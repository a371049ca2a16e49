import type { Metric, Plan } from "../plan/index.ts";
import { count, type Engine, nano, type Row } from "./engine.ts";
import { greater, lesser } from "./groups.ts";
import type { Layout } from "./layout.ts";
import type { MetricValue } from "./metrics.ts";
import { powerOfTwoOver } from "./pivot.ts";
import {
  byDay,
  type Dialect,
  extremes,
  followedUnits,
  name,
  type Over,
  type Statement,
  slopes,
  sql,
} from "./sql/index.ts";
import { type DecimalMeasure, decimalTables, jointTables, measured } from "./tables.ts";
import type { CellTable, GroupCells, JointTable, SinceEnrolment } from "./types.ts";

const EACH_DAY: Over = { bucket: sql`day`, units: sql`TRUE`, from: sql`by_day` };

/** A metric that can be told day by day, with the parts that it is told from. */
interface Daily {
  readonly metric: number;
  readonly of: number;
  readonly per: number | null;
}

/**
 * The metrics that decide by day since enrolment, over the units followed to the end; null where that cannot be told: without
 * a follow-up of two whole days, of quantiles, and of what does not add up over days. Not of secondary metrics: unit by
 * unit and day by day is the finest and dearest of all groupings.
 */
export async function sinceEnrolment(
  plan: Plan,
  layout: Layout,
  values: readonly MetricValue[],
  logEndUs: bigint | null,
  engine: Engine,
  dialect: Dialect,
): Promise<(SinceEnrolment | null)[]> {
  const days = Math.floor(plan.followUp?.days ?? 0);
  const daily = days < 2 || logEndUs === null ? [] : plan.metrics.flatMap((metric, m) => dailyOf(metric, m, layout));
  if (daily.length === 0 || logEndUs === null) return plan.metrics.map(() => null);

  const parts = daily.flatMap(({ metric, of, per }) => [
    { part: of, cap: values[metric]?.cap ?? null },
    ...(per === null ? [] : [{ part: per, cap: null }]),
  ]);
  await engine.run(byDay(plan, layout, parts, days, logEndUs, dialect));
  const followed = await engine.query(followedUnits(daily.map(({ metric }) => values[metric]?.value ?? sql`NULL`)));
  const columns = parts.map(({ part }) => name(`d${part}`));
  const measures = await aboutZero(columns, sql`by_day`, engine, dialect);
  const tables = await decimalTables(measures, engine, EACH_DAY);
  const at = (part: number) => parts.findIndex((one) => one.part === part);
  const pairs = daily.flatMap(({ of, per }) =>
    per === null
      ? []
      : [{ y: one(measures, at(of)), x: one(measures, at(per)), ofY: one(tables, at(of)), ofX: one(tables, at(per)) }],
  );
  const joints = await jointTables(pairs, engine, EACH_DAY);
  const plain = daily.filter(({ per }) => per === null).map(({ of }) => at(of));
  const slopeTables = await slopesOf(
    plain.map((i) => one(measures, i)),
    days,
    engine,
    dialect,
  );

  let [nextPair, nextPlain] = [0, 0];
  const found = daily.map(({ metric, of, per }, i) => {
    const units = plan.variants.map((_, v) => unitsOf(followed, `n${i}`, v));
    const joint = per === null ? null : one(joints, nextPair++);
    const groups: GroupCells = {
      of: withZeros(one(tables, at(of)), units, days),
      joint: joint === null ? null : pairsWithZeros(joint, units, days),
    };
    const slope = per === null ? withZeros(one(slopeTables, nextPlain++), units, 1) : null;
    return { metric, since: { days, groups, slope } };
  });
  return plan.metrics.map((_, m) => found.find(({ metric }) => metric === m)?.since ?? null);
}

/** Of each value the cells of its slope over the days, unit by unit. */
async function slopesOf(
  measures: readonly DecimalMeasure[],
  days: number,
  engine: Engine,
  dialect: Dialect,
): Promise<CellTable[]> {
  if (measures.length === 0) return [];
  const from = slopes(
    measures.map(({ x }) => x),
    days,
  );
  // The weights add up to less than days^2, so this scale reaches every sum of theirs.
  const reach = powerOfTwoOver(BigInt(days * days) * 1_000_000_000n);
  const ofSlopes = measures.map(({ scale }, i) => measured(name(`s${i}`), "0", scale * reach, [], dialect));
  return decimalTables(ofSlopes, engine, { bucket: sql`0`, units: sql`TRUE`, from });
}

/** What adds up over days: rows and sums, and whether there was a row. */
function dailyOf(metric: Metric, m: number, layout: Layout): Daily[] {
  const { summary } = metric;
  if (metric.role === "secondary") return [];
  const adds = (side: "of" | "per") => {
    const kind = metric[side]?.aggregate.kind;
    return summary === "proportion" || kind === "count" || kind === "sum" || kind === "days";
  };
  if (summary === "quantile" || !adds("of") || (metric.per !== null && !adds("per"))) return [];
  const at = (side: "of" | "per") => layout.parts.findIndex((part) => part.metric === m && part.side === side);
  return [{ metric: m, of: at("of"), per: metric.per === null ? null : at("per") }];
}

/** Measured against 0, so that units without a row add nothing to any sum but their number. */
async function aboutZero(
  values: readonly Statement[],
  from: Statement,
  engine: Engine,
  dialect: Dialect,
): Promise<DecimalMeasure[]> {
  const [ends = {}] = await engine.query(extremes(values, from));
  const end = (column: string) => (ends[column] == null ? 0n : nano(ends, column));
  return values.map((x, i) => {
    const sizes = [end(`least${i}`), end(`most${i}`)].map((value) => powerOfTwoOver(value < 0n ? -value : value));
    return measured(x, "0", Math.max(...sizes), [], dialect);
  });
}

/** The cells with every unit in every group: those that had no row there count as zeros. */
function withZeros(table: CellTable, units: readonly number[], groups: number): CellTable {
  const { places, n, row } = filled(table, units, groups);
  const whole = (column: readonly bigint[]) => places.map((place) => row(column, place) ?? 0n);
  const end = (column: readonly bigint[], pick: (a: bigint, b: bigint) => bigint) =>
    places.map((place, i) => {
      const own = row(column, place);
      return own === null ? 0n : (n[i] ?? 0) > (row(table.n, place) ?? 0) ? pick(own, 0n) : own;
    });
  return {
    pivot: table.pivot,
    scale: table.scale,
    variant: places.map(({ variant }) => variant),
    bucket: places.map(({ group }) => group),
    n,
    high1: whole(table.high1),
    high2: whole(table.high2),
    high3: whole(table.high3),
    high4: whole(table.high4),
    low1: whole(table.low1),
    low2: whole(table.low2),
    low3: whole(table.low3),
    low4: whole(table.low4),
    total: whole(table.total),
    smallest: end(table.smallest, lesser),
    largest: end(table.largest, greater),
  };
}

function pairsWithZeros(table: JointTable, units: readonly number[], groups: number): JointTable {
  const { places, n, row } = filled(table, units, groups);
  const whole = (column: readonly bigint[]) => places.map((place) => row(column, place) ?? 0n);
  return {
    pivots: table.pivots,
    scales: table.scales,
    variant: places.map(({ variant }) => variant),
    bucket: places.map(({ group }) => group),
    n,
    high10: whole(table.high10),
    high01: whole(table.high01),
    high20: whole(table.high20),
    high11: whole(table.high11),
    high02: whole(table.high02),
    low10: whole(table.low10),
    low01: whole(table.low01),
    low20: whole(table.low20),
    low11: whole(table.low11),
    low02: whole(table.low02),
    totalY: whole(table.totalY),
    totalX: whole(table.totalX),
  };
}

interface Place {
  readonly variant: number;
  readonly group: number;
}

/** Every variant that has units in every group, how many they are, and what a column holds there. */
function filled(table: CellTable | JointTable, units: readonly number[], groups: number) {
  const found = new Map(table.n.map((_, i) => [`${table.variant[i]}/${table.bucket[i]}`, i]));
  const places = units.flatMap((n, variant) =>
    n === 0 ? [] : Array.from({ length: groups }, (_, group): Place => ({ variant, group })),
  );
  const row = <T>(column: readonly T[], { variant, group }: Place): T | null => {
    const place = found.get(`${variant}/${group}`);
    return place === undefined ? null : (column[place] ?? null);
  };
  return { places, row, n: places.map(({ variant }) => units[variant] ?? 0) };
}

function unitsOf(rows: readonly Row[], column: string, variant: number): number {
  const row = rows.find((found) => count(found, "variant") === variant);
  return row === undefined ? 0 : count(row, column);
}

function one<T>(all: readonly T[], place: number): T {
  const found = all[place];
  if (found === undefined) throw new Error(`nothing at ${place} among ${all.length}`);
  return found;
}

**Exercise directions**: Count up the lines containing "lesser" in the listing above, then write that number and stop.

**Your solution**: 2